● **RECORDS FOR THE TASK**
def test_hand_worked_example_through_template_loader_and_balance(tmp_path):
    """The blank template, filled as a user would, with 1,000 t/day of coal at 3 % S and
    10 % ash, 2 % of it rejected by the mills carrying 20 % of the sulfur:

    - rejects: 1,000 × 2 % = 20 t; sulfur fed 1,000 × 3 % = 30 t
    - sulfur in rejects: 30 × 20 % = 6 t (the rejects are 30 % S, as if 56 % pyrite:
      within the 53.4 % S of pure FeS2, IUPAC weights, that the loader holds them to)
    - sulfur burned: 30 − 6 = 24 t
    - SO2 formed: 24 × 0.95 × M_SO2 / M_S = 24 × 0.95 × 64.058 / 32.06 = 45.556 t
      (AP-42 Section 1.1: about 95 % of the sulfur burned to SO2; IUPAC weights)
    - ash to the boiler: 100 − (20 − 6) = 86 t: fly ash 68.8 t, bottom ash 17.2 t (the
      80/20 split of pulverised coal, common practice, no source)
    """
    tpl = tmp_path / "blank.xlsx"
    assert main(["template", str(tpl)]) == 0
    wb = load_workbook(tpl)
    header = [c.value for c in wb["coal_sources"][1]]
    assert set(REJECT_COLUMNS) <= set(header)
    notes = {(r[0].value, r[1].value): r[2].value for r in wb["notes"].iter_rows(min_row=2)}
    assert "reject" in notes[("coal_sources", "mill_rejects_pct")]
    assert "Usual 0 to 1.5" in notes[("coal_sources", "mill_rejects_pct")]
    assert "mill_rejects" in notes[("disposal", "material")]
    src = hand_sheets()
    for name in ("plant", "scrubber"):
        given = {r[0]: r[1] for r in src[name][1:]}
        for row in wb[name].iter_rows(min_row=2):
            if row[0].value in given:
                row[1].value = given[row[0].value]
    for name in ("units", "generation", "coal_sources", "coal_blend", "storage", "suppliers",
                 "buyers", "disposal"):
        ws = wb[name]
        cols = [c.value for c in ws[1]]
        for r in src[name][1:]:
            rec = dict(zip(src[name][0], r))
            ws.append([rec.get(h) for h in cols])
    for name in ("firm_orders", "generation_history", "coal_quality_history"):
        del wb[name]
    filled = tmp_path / "filled.xlsx"
    wb.save(filled)
    out = tmp_path / "out"
    assert main(["balance", str(filled), "--out", str(out)]) == 0
    bal = pd.read_csv(out / "balance.csv")
    assert list(bal.columns[-2:]) == ["mill_rejects_t", "s_rejects_t"]
    day = bal.iloc[0]
    assert day["coal_t"] == pytest.approx(1000.0)
    assert day["mill_rejects_t"] == pytest.approx(20.0)
    assert day["s_rejects_t"] == pytest.approx(6.0)
    assert day["so2_formed_t"] == pytest.approx(24 * 0.95 * chem.SO2 / chem.S)
    assert day["so2_formed_t"] == pytest.approx(45.556, abs=5e-4)
    assert day["fly_ash_t"] == pytest.approx(68.8)
    assert day["bottom_ash_t"] == pytest.approx(17.2)


def test_no_reject_columns_is_todays_balance_bit_for_bit():
    """Without the columns (or with them empty) the balance is the one before rejects:
    every column equal to the bit, SO2 formed exactly coal × S × 0.95 × M_SO2 / M_S / 100
    (the AP-42 1.1 formula as the balance wrote it), ash exactly coal × ash %."""
    scn = load_scenario(workbook_bytes(minimal_sheets(days=6)))
    plain = balance_frame(scn)
    conversion = BalanceParams.from_scenario(scn).so2_conversion
    empty = balance_frame(load_scenario(workbook_bytes(with_rejects(minimal_sheets(days=6), {}, ()))))
    pd.testing.assert_frame_equal(plain, empty, check_exact=True)
    assert (plain["mill_rejects_t"] == 0).all() and (plain["s_rejects_t"] == 0).all()
    coal = plain["coal_t"].to_numpy()
    assert np.array_equal(plain["so2_formed_t"].to_numpy(),
                          coal * 2.0 * (conversion * chem.SO2 / chem.S / 100))
    assert np.array_equal(plain["bottom_ash_t"].to_numpy(), coal * 10.0 * 0.01 * (1 - 0.8))


def params(**changes) -> BalanceParams:
    base = BalanceParams(
        boiler="pc", so2_conversion=0.95, fly_ash_share=0.8, fly_ash_loi=0.04, removal=0.97,
        ca_s_ratio=1.03, caco3=0.94, oxidation=0.97, gypsum_moisture=0.10, esp_efficiency=0.995,
        injection_removal=0.0, injection_ca_s_ratio=2.5, prescrubber_hcl_removal=0.0,
        gypsum_chloride_ppm=50.0, so2_limit_kg_per_gj=None, so2_limit_avg_days=30)
    return dataclasses.replace(base, **changes)


@pytest.mark.parametrize("inj", [0.0, 0.3])
@pytest.mark.parametrize("seed", [1, 2, 3])
def test_sulfur_closes_with_rejects_on_random_inputs(inj, seed):
    """Sulfur fed = in rejects + emitted + in gypsum + in fly ash + in bottom ash, on
    random coal, rejects and shares over (futures × days); and the ash closes too: ash of
    the coal fed = ash to the boiler + the rejects' mineral matter (rejects − their S)."""
    rng = np.random.default_rng(seed)
    shape = (3, 40)
    coal_heat = rng.uniform(0, 40000, shape)
    d = Drivers(generation_mwh=coal_heat / 10, heat_input_gj=coal_heat, coal_heat_gj=coal_heat,
                sulfur_pct=rng.uniform(0.3, 5.0, shape), ash_pct=rng.uniform(5, 30, shape),
                hhv_mj_per_kg=rng.uniform(18, 30, shape), chlorine_pct=rng.uniform(0, 0.2, shape),
                mill_rejects_pct=rng.uniform(0, 2, shape),
                rejects_sulfur_share_pct=rng.uniform(0, 30, shape))
    r = mass_balance(d, params(injection_removal=inj))
    out = (r["s_rejects_t"] + r["s_emitted_t"] + r["s_gypsum_t"] + r["s_fly_ash_t"]
           + r["s_bottom_ash_t"])
    np.testing.assert_allclose(out, r["s_in_t"], rtol=1e-12)
    assert (r["s_rejects_t"] > 0).any()
    np.testing.assert_allclose(r["s_rejects_t"], r["s_in_t"] * d.rejects_sulfur_share_pct / 100,
                               rtol=1e-12)
    np.testing.assert_allclose(r["mill_rejects_t"], r["coal_t"] * d.mill_rejects_pct / 100, rtol=1e-12)
    # ash: the 80/20 split of what reaches the boiler (no LOI on bottom ash)
    boiler_ash = r["bottom_ash_t"] / 0.2
    np.testing.assert_allclose(boiler_ash + r["mill_rejects_t"] - r["s_rejects_t"],
                               r["coal_t"] * d.ash_pct / 100, rtol=1e-9)


def test_rejects_blend_by_mass_and_their_sulfur_by_sulfur(tmp_path):
    """Half Coal A (3 % S, 2 % rejects carrying 20 % of its S) and half Coal B (0.5 % S,
    no rejects) from the third day: rejects 1 % of the blend; sulfur in rejects
    0.5 × 3 × 0.2 = 0.3 % of the blend, i.e. 0.3 / 1.75 = 17.14 % of the blend's
    sulfur; at 1,000 t/day 10 t of rejects carrying 3 t of sulfur."""
    s = minimal_sheets(days=4)
    set_value(s, "coal_sources", 0, "sulfur_pct", 3.0)
    s["coal_blend"] += [[START + dt.timedelta(days=2), "Coal A", 50],
                        [START + dt.timedelta(days=2), "Coal B", 50]]
    with_rejects(s, {"Coal A": (2.0, 20.0)})
    scn = load_scenario(workbook_bytes(s))
    d = scenario_drivers(scn)
    np.testing.assert_allclose(d.mill_rejects_pct[0], [2.0, 2.0, 1.0, 1.0])
    np.testing.assert_allclose(d.rejects_sulfur_share_pct[0], [20.0, 20.0, 30 / 1.75, 30 / 1.75])
    frame = balance_frame(scn)
    coal = frame["coal_t"].to_numpy()
    np.testing.assert_allclose(frame["mill_rejects_t"], coal * [0.02, 0.02, 0.01, 0.01])
    np.testing.assert_allclose(frame["s_rejects_t"], coal * [0.006, 0.006, 0.003, 0.003])


def test_futures_carry_the_rejects():
    """With no spread in the sulfur (sulfur_sd_pct 0, no history) the sampled futures
    burn the sheet's coal, so their SO2 and rejects equal the deterministic balance's."""
    from reagentplan.forecast.futures import sample_futures

    s = hand_sheets(days=6)
    set_value(s, "coal_sources", 0, "sulfur_sd_pct", 0.0)
    scn = load_scenario(workbook_bytes(s))
    frame = balance_frame(scn)
    f = sample_futures(scn, 3, seed=1, keep=("so2_formed_t", "mill_rejects_t", "s_rejects_t"))
    for k in ("so2_formed_t", "mill_rejects_t", "s_rejects_t"):
        np.testing.assert_allclose(f[k], np.broadcast_to(frame[k].to_numpy(), (3, 6)), rtol=1e-5)
    assert "mill_rejects_t" in BALANCE_COLUMNS and "s_rejects_t" in BALANCE_COLUMNS


# ------------------------------------------------------------------ input errors


def problems_of(s) -> list[str]:
    with pytest.raises(ScenarioError) as e:
        load_scenario(workbook_bytes(s))
    return [str(p) for p in e.value.problems]


def test_rejects_without_a_mill_rejects_site_is_an_input_error(tmp_path, capsys):
    """Coal with rejects and no ``disposal`` row for ``mill_rejects``: exit 2, and the
    message names the sheet, the column and the coal_sources row that rejects."""
    s = hand_sheets(sites=())
    path = write_workbook(s, tmp_path / "no_site.xlsx")
    assert main(["check", str(path)]) == 2
    err = capsys.readouterr().err
    assert "sheet 'disposal', column 'material': no row for 'mill_rejects'" in err
    assert "coal_sources row(s) 2" in err
    assert "a row with material 'mill_rejects'" in err


def test_rejects_cannot_carry_more_sulfur_than_pyrite():
    """1 % rejects carrying 20 % of 3 % S would be 0.6 t of sulfur in 1 t of rejects
    (60 % S), above pure pyrite FeS2 at 2 × 32.06 / 119.97 = 53.45 % S (IUPAC weights):
    refused on the row and column; 1.2 % rejects carry it (50 % S)."""
    assert chem.PYRITE_S_SHARE == pytest.approx(0.5345, abs=1e-4)
    s = minimal_sheets()
    set_value(s, "coal_sources", 0, "sulfur_pct", 3.0)
    with_rejects(s, {"Coal A": (1.0, 20.0)})
    found = problems_of(s)
    assert len(found) == 1
    assert found[0].startswith("sheet 'coal_sources', row 2, column 'rejects_sulfur_share_pct'")
    assert "53.4 % sulfur" in found[0] and "at most 17.8 %" in found[0]
    set_value(s, "coal_sources", 0, "mill_rejects_pct", 1.2)
    load_scenario(workbook_bytes(s))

● **WORK ITEM**
Restate word for word the lines of the data above, starting at the line containing "filled = tmp_path" and ending at the line containing "bal = pd.read_csv(out", both included, and nothing more.

● **PROBLEM SOLUTION**
    filled = tmp_path / "filled.xlsx"
    wb.save(filled)
    out = tmp_path / "out"
    assert main(["balance", str(filled), "--out", str(out)]) == 0
    bal = pd.read_csv(out / "balance.csv")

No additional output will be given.